As a consequence, several inhibitors of proteins that are involved in PI3K/AKT signaling pathways have been under development for some time for myeloma, and some have even entered phase 3 clinical trials.10  However, despite compelling evidence of the key role of this pathway in tumor cells, particularly in the context of the feeding bone marrow milieu and microenvironment for myeloma tumor cells, no drug used alone or in combination with existing therapies developed to exploit activation of the PI3K/AKT pathway within myeloma cells and/or enhance the efficacy of existing chemotherapeutic agents has been approved to date for myeloma—a marker of truth on whether a drug has been proved worthy of achieving better therapy for multiple myeloma.

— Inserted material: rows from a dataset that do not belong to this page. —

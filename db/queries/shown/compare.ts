import type { RuleKind } from "@/lib/domain/scoring/rules";
import type { Handle } from "../../client/connect";

export interface EntryRankRow {
  entryId: string;
  ruleKind: RuleKind;
  ruleName: string;
  /** Null for the season's standing. */
  roundId: string | null;
  rank: number | null;
  rankLow: number | null;
  rankHigh: number | null;
  of: number;
  whyNotRanked: string | null;
  asOf: Date;
}

/** Where these entries stand in the newest standing of their round and season under every rule. */
export async function shownRanks(db: Handle, { entryIds }: { entryIds: readonly string[] }): Promise<EntryRankRow[]> {
  const { rows }: { rows: EntryRankRow[] } = await db.raw(
    `with newest as (
       select distinct on (t.season_id, t.round_id, t.rule_version_id)
         t.id, t.round_id, t.as_of, v.kind, v.rule_name
       from shown.standing t join shown.scoring_rule_version v on v.id = t.rule_version_id
       where t.season_id in (select season_id from shown.entry where entry_id = any (:ids))
       order by t.season_id, t.round_id, t.rule_version_id, t.number desc)
     select r.entry_id as "entryId", n.kind as "ruleKind", n.rule_name as "ruleName", n.round_id as "roundId", r.rank,
       r.rank_low as "rankLow", r.rank_high as "rankHigh", r.why_not_ranked as "whyNotRanked", n.as_of as "asOf",
       (select count(o.rank)::int from shown.standing_row o where o.standing_id = n.id) as "of"
     from newest n join shown.standing_row r on r.standing_id = n.id
     where r.entry_id = any (:ids)
     order by n.kind, n.rule_name, n.round_id nulls last`,
    { ids: [...entryIds] },
  );
  return rows;
}

export interface BridgeRow {
  fromUnit: string;
  ratio: number;
  u: number;
  dof: number | null;
}

/**
 * Public bridges of thermal resistance to a baseline unit: what a ratio to `fromUnit` is multiplied by to be one to
 * `toUnit`. Of several from one unit the one at the level nearest to the one asked for, then the newest.
 */
export async function shownBridges(
  db: Handle,
  { toUnit, levelDba }: { toUnit: string; levelDba: number },
): Promise<BridgeRow[]> {
  const { rows }: { rows: BridgeRow[] } = await db.raw(
    `select distinct on (unit_from) unit_from as "fromUnit", ratio, u, dof from shown.bridge
     where unit_to = :toUnit and quantity = 'thermal_resistance_kpw' and ratio is not null
     order by unit_from, abs(coalesce(level_dba, :levelDba) - :levelDba), created_at desc`,
    { toUnit, levelDba },
  );
  return rows;
}

/** What is known of the baselines' own traits, by unit: only the number of blades is declared. */
export async function shownBaselineTraits(
  db: Handle,
  { unitIds }: { unitIds: readonly string[] },
): Promise<{ unitId: string; blades: number | null }[]> {
  return db("shown.baseline_unit as u")
    .join("shown.baseline as b", "b.id", "u.baseline_id")
    .whereIn("u.id", [...unitIds])
    .select({ unitId: "u.id", blades: "b.blades" });
}
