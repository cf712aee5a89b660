import type { Mesh, Vec3 } from "../mesh";
import { cross, dot, unit } from "../vectors";

/** Directions of a parallel view: right-handed, of length 1. */
export interface View {
  readonly right: Vec3;
  readonly up: Vec3;
  /** From the model towards the eye. */
  readonly towards: Vec3;
}

/** A mesh as seen in a view: per vertex x to the right, y up and depth towards the eye, mm. */
export interface SeenMesh {
  readonly x: Float64Array;
  readonly y: Float64Array;
  readonly depth: Float64Array;
  readonly triangles: Uint32Array;
}

/** The view from `towards`, with `up` (any length, not along it) upwards. Throws a RangeError for bad directions. */
export function viewFrom(towards: Vec3, up: Vec3): View {
  const to = unit(towards);
  const right = to && unit(cross(up, to));
  if (!to || !right) throw new RangeError("a view needs two directions that differ");
  return { right, up: cross(to, right), towards: to };
}

/** Seen along an axis from its far end, the most upright of the other file axes up. */
export function frontView(axis: Vec3): View {
  return viewFrom(axis, sideways(axis));
}

/** Seen across an axis, which runs to the right. */
export function sideView(axis: Vec3): View {
  const front = frontView(axis);
  return { right: front.towards, up: front.up, towards: cross(front.towards, front.up) };
}

/** The file axis that stands most across a direction; z before y before x where they tie. */
function sideways(axis: Vec3): Vec3 {
  const candidates: readonly Vec3[] = [
    [0, 0, 1],
    [0, 1, 0],
    [1, 0, 0],
  ];
  const best = candidates.reduce((a, b) => (Math.abs(dot(b, axis)) < Math.abs(dot(a, axis)) - 1e-6 ? b : a));
  return best;
}

/** Projects every vertex, about a point that comes to lie at 0, 0, 0. */
export function seeMesh(mesh: Mesh, view: View, about: Vec3): SeenMesh {
  const { positions: p, triangles } = mesh;
  const count = p.length / 3;
  const [x, y, depth] = [new Float64Array(count), new Float64Array(count), new Float64Array(count)];
  const { right, up, towards } = view;
  for (let v = 0; v < count; v++) {
    const a = (p[3 * v] ?? 0) - about[0];
    const b = (p[3 * v + 1] ?? 0) - about[1];
    const c = (p[3 * v + 2] ?? 0) - about[2];
    x[v] = a * right[0] + b * right[1] + c * right[2];
    y[v] = a * up[0] + b * up[1] + c * up[2];
    depth[v] = a * towards[0] + b * towards[1] + c * towards[2];
  }
  return { x, y, depth, triangles };
}

/** One point as seen: x to the right, y up, depth towards the eye, mm. */
export function seePoint(point: Vec3, { right, up, towards }: View, about: Vec3): Vec3 {
  const from: Vec3 = [point[0] - about[0], point[1] - about[1], point[2] - about[2]];
  return [dot(from, right), dot(from, up), dot(from, towards)];
}
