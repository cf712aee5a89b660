import type { Handle } from "../../client/connect";

export interface LedgerCorrectionRow {
  number: number;
  what: string;
  why: string;
  publishedAt: Date;
  entryId: string | null;
  slug: string | null;
  name: string | null;
  letter: string | null;
}

const ledgerMost = 200;

/** Published corrections, the newest first, a row for each entry that one touched. */
export async function shownLedgerCorrections(db: Handle): Promise<LedgerCorrectionRow[]> {
  return db
    .with(
      "newest",
      (query) => void query.from("shown.correction").orderBy("number", "desc").limit(ledgerMost).select("*"),
    )
    .from("newest as c")
    .leftJoin("shown.correction_publication as p", "p.correction_id", "c.id")
    .leftJoin("shown.entry as e", "e.entry_id", "p.entry_id")
    .orderBy([{ column: "c.number", order: "desc" }, "e.design_slug", "p.entry_id"])
    .select({
      number: "c.number",
      what: "c.what",
      why: "c.why",
      publishedAt: "c.published_at",
      entryId: "p.entry_id",
      slug: "e.design_slug",
      name: "e.design_name",
      letter: "e.revision_letter",
    });
}

export interface LedgerQuestionRow {
  entryId: string;
  slug: string;
  name: string;
  letter: string;
  figure: string;
  body: string;
  answer: string;
  answeredAt: Date;
  byHandle: string;
}

/** Answered questions on public entries, the newest first. */
export async function shownLedgerQuestions(db: Handle): Promise<LedgerQuestionRow[]> {
  return db("shown.question as q")
    .join("shown.entry as e", "e.entry_id", "q.entry_id")
    .orderBy([{ column: "q.answered_at", order: "desc" }, "q.id"])
    .limit(ledgerMost)
    .select({
      entryId: "q.entry_id",
      slug: "e.design_slug",
      name: "e.design_name",
      letter: "e.revision_letter",
      figure: "q.figure",
      body: "q.body",
      answer: "q.answer",
      answeredAt: "q.answered_at",
      byHandle: "q.by_handle",
    });
}
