import type { Mesh } from "../mesh";
import { meshBounds, middleOf } from "../mesh";
import { drawableMesh } from "./sharp-edges";

/** A mesh as a graphics card takes it: single precision about its middle, with its sharp edges as pairs of points. */
export interface Turnable {
  readonly positions: Float32Array<ArrayBuffer>;
  readonly triangles: Uint32Array<ArrayBuffer>;
  /** x, y, z of both ends, edge by edge: sharp edges, and the seams where shells meet. */
  readonly edges: Float32Array<ArrayBuffer>;
  /** Radius of the sphere about the middle that holds it all, in the mesh's unit. */
  readonly radius: number;
}

/** Beyond this the edges take longer than they are worth; the surface alone is shown. */
const EDGES_MAX_TRIANGLES = 400_000;

/** Makes a mesh ready to be turned. */
export function turnable(mesh: Mesh): Turnable {
  const bounds = meshBounds(mesh);
  const [x, y, z] = bounds ? middleOf(bounds) : [0, 0, 0];
  const middle = [x, y, z];
  const positions = new Float32Array(mesh.positions.length);
  let most = 0;
  for (let i = 0; i < positions.length; i++) positions[i] = (mesh.positions[i] ?? 0) - (middle[i % 3] ?? 0);
  for (let i = 0; i < positions.length; i += 3) {
    most = Math.max(most, Math.hypot(positions[i] ?? 0, positions[i + 1] ?? 0, positions[i + 2] ?? 0));
  }
  return { positions, triangles: Uint32Array.from(mesh.triangles), edges: edgesOf(mesh, middle), radius: most };
}

function edgesOf(mesh: Mesh, middle: readonly number[]): Float32Array<ArrayBuffer> {
  if (mesh.triangles.length / 3 > EDGES_MAX_TRIANGLES) return new Float32Array(0);
  const { edges, sharp, seams } = drawableMesh(mesh);
  const points: number[] = [];
  const put = (value: number, axis: number): void => void points.push(value - (middle[axis] ?? 0));
  for (let e = 0; e < edges.count; e++) {
    if (sharp[e] !== 1) continue;
    for (const end of [edges.ends[2 * e] ?? 0, edges.ends[2 * e + 1] ?? 0]) {
      for (let axis = 0; axis < 3; axis++) put(mesh.positions[3 * end + axis] ?? 0, axis);
    }
  }
  for (const { from, to } of seams) [from, to].forEach((point) => point.forEach(put));
  return Float32Array.from(points);
}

This first-time-in-human study (PKB112835) was designed to evaluate the safety, pharmacokinetics, and initial clinical efficacy of afuresertib in patients with relapsed and/or refractory hematologic malignancies. Afuresertib is a reversible, ATP-competitive, oral pan-AKT kinase inhibitor. Once-daily oral administration to mice delayed the growth of various human tumor xenografts in a dose-dependent manner. The frequency of sensitivity was particularly high in T-cell acute lymphoblastic leukemia (ALL), B-cell ALL, chronic lymphocytic leukemia, and non-Hodgkin lymphoma cell lines, with the 50% effective dose <1 μM. The maximum-tolerated dose was established at 125 mg per day. Clinical activity of single-agent afuresertib was observed in patients with myeloma, with an overall response rate (partial response or better) of 8.8% and a clinical benefit rate (≥ minor response) of 17.6% although the majority of patients had very advanced and/or end-stage myeloma. Interestingly, it appeared that single-agent afuresertib had a favorable safety profile, whereas previous PI3K/AKT inhibitors were often hampered by toxicities, including myelosuppression (mostly thrombopenia) and also nonhematologic gastrointestinal toxicities, metabolic disturbances (hyperlipidemia and hyperglycemia) and, to a lesser extent, skin issues, dyspnea, and dry cough, among others.

Therefore, the promise is great that a PI3K/AKT pathway inhibitor might finally complete the armamentarium for treating myeloma that will enable several choices of combinations to enhance treatment and limit development of mechanisms of resistance, given the favorable safety profile.

Conflict-of-interest disclosure: The author declares no competing financial interests.